MEC Emphasizes Need for Workforce Development in Order to Help Improve State Economy

MEC Emphasizes Need for Workforce Development in Order to Help Improve State Economy

Courtesy of The Dispatch

Scott Waller, interim CEO and president of the Mississippi Economic Council, speaks to Starkville Rotarians Monday at The Mill at MSU. Waller addressed the need for workforce development to help improve Mississippi’s economy. Photo by: Luisa Porter/Dispatch Staff

Scott Waller, interim president and CEO of the Mississippi Economic Council (MEC) recently addressed the Starkville Rotary Club. While there, he stated that Mississippi, in order to improve itself economically and rise to its potential, must begin to find new ways to continue improving its economic development; he feels that a strong focus on workforce development is the key to our future. He went on to ask his audience what they believed were the most important factors in helping our state to improve. The results were: 58% said that we need a skilled workforce more than anything else; 27% emphasized the need to improve the state’s image; and fewer than 10% of respondents said that lowering taxes, improving infrastructure, or other concserns should be the top priority.

Waller then revealed that their responses were in line with many other groups he had met with across the state, and that most people agreed that we need to help our workforce grow more skilled: “Today alone, there are over 40,000 unfilled jobs in the state of Mississippi,” Waller said. “If we don’t work on having a skilled workforce, we definitely are going to miss out on those opportunities, particularly when it comes to population growth.”

Waller also addressed an umber of other concerns from those present, but he still feels that “…[W]hat we’re learning is workforce development is probably at the top of the list as it would stand.”

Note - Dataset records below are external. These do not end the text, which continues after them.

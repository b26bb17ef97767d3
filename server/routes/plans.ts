/**
 * A level's plan image (issue 7). Paths under /api/jobs/:jobId/levels/:levelId:
 * GET    /plan[?v=N]  every role on the job → the image (image/png or image/jpeg), nosniff, ETag;
 *                     with v = the current plan version the answer may be cached for a year;
 *                     404 when the level has no plan (or is not on this job)
 * POST   /plan        GC manager, inspector; multipart/form-data with one file in `file`
 *                     (PNG, JPEG or PDF, type from the bytes, at most 15 MB); Idempotency-Key;
 *                     optional If-Match (the level's ETag) to refuse replacing a newer plan
 *                     → 201 LevelDto (with `plan`), ETag of the level
 * DELETE /plan        GC manager; If-Match (the level's ETag) → 204; 404 when there is no plan
 *
 * Pins are fields of units (PATCH /units/:unitId {pinX, pinY}) and findings (POST with pinX/pinY,
 * PATCH {pin: {x, y} | null}); they are fractions of the plan's width and height, so they keep
 * their place when a plan is replaced by a revision of the same sheet, and stay when a plan is
 * deleted (a new upload shows them again).
 *
 * Processing and storage: server/services/plans.ts. The upload is authorised before its body is
 * read (policy, per-user upload rate, the level exists on the job), and the file goes to a
 * temporary file, never memory (server/middleware/upload.ts).
 */
import { readFile } from 'node:fs/promises';
import { Router, type NextFunction, type Request, type RequestHandler, type Response } from 'express';
import multer from 'multer';
import { QueryTypes, type Transaction } from 'sequelize';
import { planImageQuerySchema, type PlanImageQuery } from '../../shared/schemas/board';
import { levelParamsSchema } from '../../shared/schemas/setup';
import { badRequest, HttpError, notFound } from '../errors';
import { createUploadGuard, tempFileMulter, UploadFolderError, type UploadedFile, type UploadGuard } from '../middleware/upload';
import { valid, validate } from '../middleware/validate';
import { Level } from '../models';
import { policy } from '../policies';
import { presentLevel } from '../presenters/setup';
import { idempotentWrite } from '../services/idempotency';
import { pendingUploads } from '../services/pendingUploads';
import { PLAN_MAX_BYTES, processPlan, removePlanObject, sendPlan, withStoredPlan } from '../services/plans';
import { inTransaction, lockForChange, sequelizeOf } from '../services/records';
import { checkIfMatch, setEtag } from '../services/versioning';
import type { ObjectStore } from '../storage/types';

export interface PlansRouterOptions {
  store: ObjectStore;
  /** Per-user upload limits and temporary files, shared by every upload route of the app. */
  uploads?: UploadGuard;
  log?: (message: string, err?: unknown) => void;
}

const PATH = '/jobs/:jobId/levels/:levelId/plan';
const MB = 1024 * 1024;

/** Largest body worth reading: the file at its limit plus the multipart framing. */
const MAX_PLAN_BODY_BYTES = PLAN_MAX_BYTES + 64 * 1024;

/** multipart/form-data with exactly one file in `file` and no other fields, into a temporary file. */
const uploadPlan = (tempRoot: string): RequestHandler => {
  const parser = tempFileMulter(tempRoot, { fileSize: PLAN_MAX_BYTES, files: 1, fields: 0, parts: 1, fieldNameSize: 100 }).single('file');
  return (req, res, next) => {
    if (!req.is('multipart/form-data')) {
      return next(new HttpError(415, 'unsupported_media_type', 'Send the plan as multipart/form-data with the file in "file".'));
    }
    if (Number(req.get('content-length') ?? 0) > MAX_PLAN_BODY_BYTES) {
      res.set('Connection', 'close');
      return next(new HttpError(413, 'file_too_large', `A plan file must be at most ${PLAN_MAX_BYTES / MB} MB.`));
    }
    parser(req, res, (err?: unknown) => {
      if (!err) return next();
      if (err instanceof UploadFolderError) return next(err);
      if (err instanceof multer.MulterError) {
        switch (err.code) {
          case 'LIMIT_FILE_SIZE':
            return next(new HttpError(413, 'file_too_large', `A plan file must be at most ${PLAN_MAX_BYTES / MB} MB.`));
          case 'LIMIT_FILE_COUNT':
          case 'LIMIT_PART_COUNT':
          case 'LIMIT_FIELD_COUNT':
          case 'LIMIT_UNEXPECTED_FILE':
          case 'LIMIT_FIELD_KEY':
            return next(badRequest('file: Send exactly one file, in the "file" field, and nothing else.', { file: 'Send one plan file.' }));
          default:
            break;
        }
      }
      next(new HttpError(400, 'malformed_upload', 'The upload could not be read: the form data is malformed or incomplete.'));
    });
  };
};

/** Before the body is read: the level must be on the job (404). A retry of an answered key goes on to its replay. */
async function levelTarget(req: Request, _res: Response, next: NextFunction) {
  if (await alreadyAnswered(req)) return next();
  const { levelId } = valid<{ levelId: string }>(req.valid.params);
  const exists = await Level.findOne({ where: { id: levelId, jobId: req.membership!.job.id }, attributes: ['id'] });
  if (!exists) return next(notFound('Level not found.'));
  next();
}

async function countsFor(levelId: string, transaction?: Transaction): Promise<{ spaces: number; units: number }> {
  const [row] = await Level.sequelize!.query<{ spaces: string; units: string }>(
    `SELECT (SELECT count(*) FROM spaces WHERE level_id = $1) AS spaces, (SELECT count(*) FROM units WHERE level_id = $1) AS units`,
    { bind: [levelId], type: QueryTypes.SELECT, transaction },
  );
  return { spaces: Number(row?.spaces ?? 0), units: Number(row?.units ?? 0) };
}

export function plansRouter(options: PlansRouterOptions): Router {
  const { store } = options;
  const log = options.log ?? ((m: string, e?: unknown) => console.error(m, e));
  const uploads = options.uploads ?? createUploadGuard();
  const router = Router();

  router.get(PATH, policy.jobMember(), validate({ params: levelParamsSchema, query: planImageQuerySchema }), async (req, res) => {
    const { levelId } = valid<{ levelId: string }>(req.valid.params);
    const { v } = valid<PlanImageQuery>(req.valid.query);
    const level = await Level.findOne({ where: { id: levelId, jobId: req.membership!.job.id } });
    if (!level || !level.planKey || !level.planContentType) throw notFound('This level has no plan.');
    await sendPlan(store, res, { levelId: level.id, key: level.planKey, contentType: level.planContentType, version: level.planVersion }, v, req.get('if-none-match'));
  });

  router.post(PATH, policy.jobMember(['gc_manager', 'inspector']), validate({ params: levelParamsSchema }), uploads.rate, levelTarget, uploadPlan(uploads.tempRoot), async (req, res) => {
    const { levelId } = valid<{ levelId: string }>(req.valid.params);
    const jobId = req.membership!.job.id;
    const file = req.file as UploadedFile | undefined;
    if (!file) throw badRequest('file: Choose the plan file (PNG, JPEG or PDF).', { file: 'Choose the plan file.' });
    // The idempotency fingerprint covers the file's SHA-256 (uploadDigests): the same key with another file is refused (422).

    // A retry of a request that already succeeded: replay its answer, convert and store nothing.
    if (await alreadyAnswered(req)) {
      await idempotentWrite(req, res, async () => {
        throw badRequest('This request was already answered.');
      });
      return;
    }
    // The level was found before the body was read (levelTarget); it is locked and checked again below.
    const plan = await processPlan(await readFile(file.path));
    let replacedKey: string | null = null;
    await withStoredPlan(
      store,
      levelId,
      plan,
      async (key, claim) => {
        await idempotentWrite(req, res, async (transaction) => {
          const level = await Level.findOne({ where: { id: levelId, jobId }, transaction, lock: transaction.LOCK.UPDATE });
          if (!level) throw notFound('Level not found.');
          if (req.get('if-match')) checkIfMatch(req, level.version, presentLevel(level, await countsFor(level.id, transaction)));
          await claim(transaction);
          replacedKey = level.planKey;
          level.planKey = key;
          level.planContentType = plan.contentType;
          level.planSourceType = plan.sourceType;
          level.planWidth = plan.width;
          level.planHeight = plan.height;
          level.planByteSize = plan.data.length;
          level.planUploadedAt = new Date();
          level.planUploadedBy = req.user!.id;
          level.planVersion += 1;
          level.version += 1;
          await level.save({ transaction });
          setEtag(res, level.version);
          return { status: 201, body: presentLevel(level, await countsFor(level.id, transaction)) };
        });
      },
      { pending: pendingUploads(sequelizeOf(req)), log },
    );
    await removePlanObject(store, replacedKey, log);
  });

  router.delete(PATH, policy.jobMember(['gc_manager']), validate({ params: levelParamsSchema }), async (req, res) => {
    const { levelId } = valid<{ levelId: string }>(req.valid.params);
    const jobId = req.membership!.job.id;
    const removedKey = await inTransaction(req, async (transaction) => {
      const level = await lockForChange(req, Level, { id: levelId, jobId }, transaction, 'Level not found.', async (l) =>
        presentLevel(l, await countsFor(l.id, transaction)),
      );
      if (!level.planKey) throw notFound('This level has no plan.');
      const key = level.planKey;
      level.planKey = null;
      level.planContentType = null;
      level.planSourceType = null;
      level.planWidth = null;
      level.planHeight = null;
      level.planByteSize = null;
      level.planUploadedAt = null;
      level.planUploadedBy = null;
      level.version += 1;
      await level.save({ transaction });
      return key;
    });
    await removePlanObject(store, removedKey, log);
    res.status(204).end();
  });

  return router;
}

/** True when this user already holds a finished answer under the request's Idempotency-Key. */
async function alreadyAnswered(req: Parameters<RequestHandler>[0]): Promise<boolean> {
  const key = req.get('idempotency-key');
  if (!key || !req.user) return false;
  const rows = await sequelizeOf(req).query<{ n: number }>(
    `SELECT 1 AS n FROM idempotency_keys WHERE user_id = $1 AND key = $2 AND response_status <> 0`,
    { bind: [req.user.id, key], type: QueryTypes.SELECT },
  );
  return rows.length > 0;
}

To close the meeting, Waller asked what audience members what they felt was the most important aspect to make a positive impact in the community. Forty-four percent chose improving schools, which was the highest of six choices. Improving the workforce, which drew 33 percent, was the second-highest choice by far.

Waller said that strengthening the workforce is a challenge that must begin early on in life, from pre-kindergarten to lifelong learning: “What it tells me when I see these results is at least I think we’re focused on the right thing,” he said. “We’re focused on the thing that’s going to make a difference and move the needle as we move forward.”